Honestly if he's not passive aggressive except for this, ever...  I'd start snooping, because I would assume the disinterest came from somewhere. Is he an addict of some kind?  Does he have a history of affairs?  Does he have some other sort of obsession?  It sounds like covert narcissism or one of these other factors is at play, because there is no way he wasn't aware he was screwing up.

 

my understanding was the gift for the son wasn't about valentines - timing  was a coincidence.

he may not have known what to do - so he did nothing.

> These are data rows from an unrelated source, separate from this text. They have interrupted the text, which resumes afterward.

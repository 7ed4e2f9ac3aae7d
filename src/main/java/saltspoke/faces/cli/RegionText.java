package saltspoke.faces.cli;

import java.util.Locale;
import java.util.Map;
import saltspoke.advice.PairingAdvice;
import saltspoke.atlas.PairingOutlook;
import saltspoke.atlas.RegionOutlook;
import saltspoke.atmosphere.Category;
import saltspoke.atmosphere.Metal;
import saltspoke.faces.Texts;
import saltspoke.values.Quantiles;

/** The outlook of a region as plain text. */
final class RegionText {
  private static final int MOST_PAIRINGS = 25;

  private RegionText() {}

  static String of(RegionOutlook outlook, Texts texts) {
    StringBuilder out = new StringBuilder();
    AirText.line(
        out,
        "%s%s: %,d people in %,d towns",
        outlook.area().name(),
        outlook.area().countryCode().isEmpty() ? "" : ", " + outlook.area().countryCode(),
        outlook.people(),
        outlook.towns());
    out.append("\nShare of the people by class, %\nmetal         ");
    for (Category category : Category.values()) {
      out.append(String.format("%6s", category));
    }
    out.append('\n');
    for (Metal metal : Metal.values()) {
      out.append(String.format("%-14s", metal.id()));
      Map<Category, Double> share = outlook.classShare().get(metal);
      share.values().forEach(s -> out.append(s > 0 ? cell(100 * s) : "     –"));
      out.append('\n');
    }
    AirText.line(out, "\nSea salt, mg Cl/(m² d): %s", AirText.range(outlook.chlorideMgPerM2Day()));
    AirText.line(out, "Wet hours a year: %s", AirText.range(outlook.wetHours()));
    AirText.line(out, "Days near freezing: %s", AirText.range(outlook.nearFreezingDays()));
    if (!outlook.pairings().isEmpty()) {
      pairings(out, outlook, texts);
    }
    AirText.notes(out, "\nTo know:", outlook.flags(), texts);
    return out.toString();
  }

  private static void pairings(StringBuilder out, RegionOutlook outlook, Texts texts) {
    out.append("\nMonths, for 10–50–90 % of the people; best first\n");
    out.append("first look          every               replace by          ");
    out.append("rim / nipple / interface / spoke\n");
    for (PairingOutlook pairing :
        outlook.pairings().subList(0, Math.min(MOST_PAIRINGS, outlook.pairings().size()))) {
      AirText.line(
          out,
          "%-18s  %-18s  %-18s  %s / %s / %s / %s",
          months(pairing.firstLookMonths(), texts),
          months(pairing.everyMonths(), texts),
          months(pairing.replaceByMonths(), texts),
          pairing.pairing().rim(),
          pairing.pairing().nipple(),
          pairing.pairing().between(),
          pairing.pairing().spoke());
    }
    if (outlook.pairings().size() > MOST_PAIRINGS) {
      AirText.line(out, "%d more with --json", outlook.pairings().size() - MOST_PAIRINGS);
    }
  }

  private static String months(Quantiles months, Texts texts) {
    return month(months.p10(), texts)
        + "–"
        + month(months.median(), texts)
        + "–"
        + month(months.p90(), texts);
  }

  private static String month(double months, Texts texts) {
    return months >= PairingAdvice.HORIZON_MONTHS ? ">240" : texts.format(months);
  }

  private static String cell(double pct) {
    return String.format(Locale.ROOT, "%6.1f", pct);
  }
}
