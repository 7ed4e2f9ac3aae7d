package saltspoke.faces.cli;

import java.nio.file.Path;
import picocli.CommandLine.Option;

/** Local measurements that answers are to go by: a file of corrections or a station data set. */
final class CorrectionsOption {
  @Option(
      names = "--corrections",
      paramLabel = "FILE",
      description = "Site corrections as compare --write-corrections writes them.")
  Path file;

  @Option(
      names = "--stations",
      paramLabel = "DIR",
      description = "Station data set as ingest stations writes it; not with --corrections.")
  Path stations;
}
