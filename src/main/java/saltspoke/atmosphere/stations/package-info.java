/**
 * From the hours of a station to its monthly statistics: quality tests, coverage rule, counts. Pure
 * functions; every sum is one of whole numbers, so that no order of adding changes a result.
 */
package saltspoke.atmosphere.stations;
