package saltspoke.faces.cli;

import java.io.PrintWriter;
import java.net.BindException;
import java.util.concurrent.Callable;
import picocli.CommandLine.Command;
import picocli.CommandLine.Mixin;
import picocli.CommandLine.Model.CommandSpec;
import picocli.CommandLine.Option;
import picocli.CommandLine.Spec;
import saltspoke.faces.Answers;
import saltspoke.faces.web.Api;
import saltspoke.faces.web.WebServer;
import saltspoke.values.Refusal;

/** {@code serve}: the page and the API on the loopback address. */
@Command(
    name = "serve",
    description = "Serve the page and the HTTP API on this machine (loopback only).",
    footer = {"", "Example:", "  saltspoke serve --port 8080"})
final class ServeCommand implements Callable<Integer> {
  @Spec private CommandSpec spec;
  @Mixin private CorrectionsOption corrections;
  @Mixin private CommonOptions common;

  @Option(names = "--port", paramLabel = "N", description = "TCP port, 0 for any free one (8080).")
  private int port = 8080;

  @Override
  public Integer call() throws Exception {
    if (port < 0 || port > 65535) {
      throw Refusal.outOfRange("port", port, "0..65535");
    }
    Answers answers = Opening.answers(common.data, corrections).prepare();
    PrintWriter out = spec.commandLine().getOut();
    try (WebServer server = Api.server(port, answers)) {
      Runtime.getRuntime().addShutdownHook(new Thread(() -> stop(server), "stop"));
      out.println(server.start());
      out.flush();
      server.join();
    } catch (java.io.IOException e) {
      if (e.getCause() instanceof BindException) {
        throw Refusal.outOfRange("port", port, "a port that no other program holds, or 0");
      }
      throw e;
    }
    return ExitCode.DONE;
  }

  private static void stop(WebServer server) {
    try {
      server.close();
    } catch (Exception e) {
      System.err.println("saltspoke: the server did not stop cleanly: " + e.getMessage());
    }
  }
}
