package saltspoke.atmosphere.stations;

import java.util.Arrays;

/**
 * Counts and sums of one calendar month, of one year or of several added up. All are whole numbers
 * (sums in thousandths), so that adding in any order, on any number of machines, gives the same.
 */
public final class MonthSums {
  /** Classes of relative humidity, each 5 points wide; 100 % is in the last. */
  public static final int HUMIDITY_CLASSES = 20;

  /** Directions of the wind rose, each 10° wide about 0°, 10°, … */
  public static final int SECTORS = 36;

  /** One number of the sums; the order is the order in which they are stored. */
  public enum Sum {
    /** Years added up. */
    YEARS,
    /** Places of the month, reported or not: hours, of daily records days. */
    PLACES,
    /** Reports with temperature and humidity. */
    REPORTS,
    /** Thousandths of °C. */
    TEMPERATURE,
    /** Thousandths of a point. */
    HUMIDITY,
    WET,
    ABOVE_33,
    ABOVE_75,
    ABOVE_80,
    BELOW_0,
    /** Days with enough reports to tell their extremes. */
    DAYS,
    /** Thousandths of K. */
    RANGE,
    FROST_DAYS,
    NEAR_FREEZING_DAYS,
    /** Reports with wind. */
    WIND,
    CALM
  }

  private static final int HUMIDITY_AT = Sum.values().length;
  private static final int SECTORS_AT = HUMIDITY_AT + HUMIDITY_CLASSES;
  private static final int SPEEDS_AT = SECTORS_AT + SECTORS;

  /** How many numbers there are. */
  public static final int SIZE = SPEEDS_AT + SECTORS;

  private final long[] numbers;

  MonthSums() {
    this(new long[SIZE]);
  }

  private MonthSums(long[] numbers) {
    this.numbers = numbers;
  }

  /** From stored numbers, as many as {@link #SIZE}. */
  public static MonthSums of(long[] stored) {
    if (stored.length != SIZE) {
      throw new IllegalArgumentException("sums have " + SIZE + " numbers");
    }
    return new MonthSums(stored.clone());
  }

  /** The numbers to be stored. */
  public long[] stored() {
    return numbers.clone();
  }

  /** Both together. */
  public MonthSums plus(MonthSums other) {
    long[] sum = numbers.clone();
    for (int i = 0; i < SIZE; i++) {
      sum[i] += other.numbers[i];
    }
    return new MonthSums(sum);
  }

  public long get(Sum sum) {
    return numbers[sum.ordinal()];
  }

  /** Reports in a class of humidity, 0..19. */
  public long humidityClass(int index) {
    return numbers[HUMIDITY_AT + index];
  }

  /** Reports of wind from a sector, 0..35. */
  public long sector(int index) {
    return numbers[SECTORS_AT + index];
  }

  /** Sum of the speeds from a sector, mm/s. */
  public long sectorMmPerS(int index) {
    return numbers[SPEEDS_AT + index];
  }

  void add(Sum sum, long number) {
    numbers[sum.ordinal()] += number;
  }

  void count(Sum sum, boolean counts) {
    numbers[sum.ordinal()] += counts ? 1 : 0;
  }

  void humidity(double pct) {
    int index = (int) (pct * HUMIDITY_CLASSES / 100);
    numbers[HUMIDITY_AT + Math.min(HUMIDITY_CLASSES - 1, index)]++;
  }

  void wind(double fromDeg, double metresPerS) {
    add(Sum.WIND, 1);
    if (metresPerS == 0) {
      add(Sum.CALM, 1);
      return;
    }
    int sector = (int) Math.rint(fromDeg * SECTORS / 360) % SECTORS;
    numbers[SECTORS_AT + sector]++;
    numbers[SPEEDS_AT + sector] += Math.round(1000 * metresPerS);
  }

  @Override
  public boolean equals(Object other) {
    return other instanceof MonthSums sums && Arrays.equals(numbers, sums.numbers);
  }

  @Override
  public int hashCode() {
    return Arrays.hashCode(numbers);
  }
}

my dh goes into a store - he has a list of things to buy, and he is completely blind to everything else.  he's totally focused on that list. he could walk right past a valentine display - and he wouldn't see it.   me .. . I have my list, but am always looking around.  I find deals he totally misses.  ;p  it's one way how we think/function is different.

 

 

Update:

 

Things have been resolved. I texted DH about the situation (we actually do really well at having serious conversations via text - it keeps things on topic) and we talked at length about it. I was very honest but also non-confrontational and non-accusatory. I won't go into all of the discussion that we had, but we're actually laughing about it right now. I really do get over things quickly once they're out in the open.

 

my dh does much better with the written word than auditory.   he just has a much harder time registering what is being said vs reading it. 

I've had times with kids when they preferred to write what they wanted to say vs actually saying it.

it was purely about communication style and ability.